# [What you will do]
In the entries below, find the line containing "detail: (id: string) => ['equipment', 'lookup', 'detail', id]". Copy it and all lines after it, exactly, through the end.

—————

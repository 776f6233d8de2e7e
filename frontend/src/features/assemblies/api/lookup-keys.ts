/**
 * Keys of the register and catalogue records the assembly screens look up. Each sits under its
 * resource's root (`positions`, `constructions` …) so a change anywhere refreshes them, with a
 * segment of its own so it never shares an entry with another screen's shape of the same data.
 */
export const lookupKeys = {
  positions: {
    all: ['positions'] as const,
    list: (query: Record<string, unknown>) => ['positions', 'lookup', 'list', query] as const,
    detail: (id: string) => ['positions', 'lookup', 'detail', id] as const,
  },
  equipment: {
    all: ['equipment'] as const,
    list: (query: Record<string, unknown>) => ['equipment', 'lookup', 'list', query] as const,
    detail: (id: string) => ['equipment', 'lookup', 'detail', id] as const,
  },
  constructions: {
    list: (query: Record<string, unknown>) => ['constructions', 'lookup', 'list', query] as const,
    detail: (id: string) => ['constructions', 'lookup', 'detail', id] as const,
  },
  fittingTypes: {
    list: () => ['fitting-types', 'lookup', 'list'] as const,
    detail: (id: string) => ['fitting-types', 'lookup', 'detail', id] as const,
  },
  services: {
    list: (siteId: string) => ['site-services', 'lookup', siteId] as const,
  },
  sites: {
    detail: (id: string) => ['sites', 'lookup', 'detail', id] as const,
  },
};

—————

# [Solution]
    detail: (id: string) => ['equipment', 'lookup', 'detail', id] as const,
  },
  constructions: {
    list: (query: Record<string, unknown>) => ['constructions', 'lookup', 'list', query] as const,
    detail: (id: string) => ['constructions', 'lookup', 'detail', id] as const,
  },
  fittingTypes: {
    list: () => ['fitting-types', 'lookup', 'list'] as const,
    detail: (id: string) => ['fitting-types', 'lookup', 'detail', id] as const,
  },
  services: {
    list: (siteId: string) => ['site-services', 'lookup', siteId] as const,
  },
  sites: {
    detail: (id: string) => ['sites', 'lookup', 'detail', id] as const,
  },
};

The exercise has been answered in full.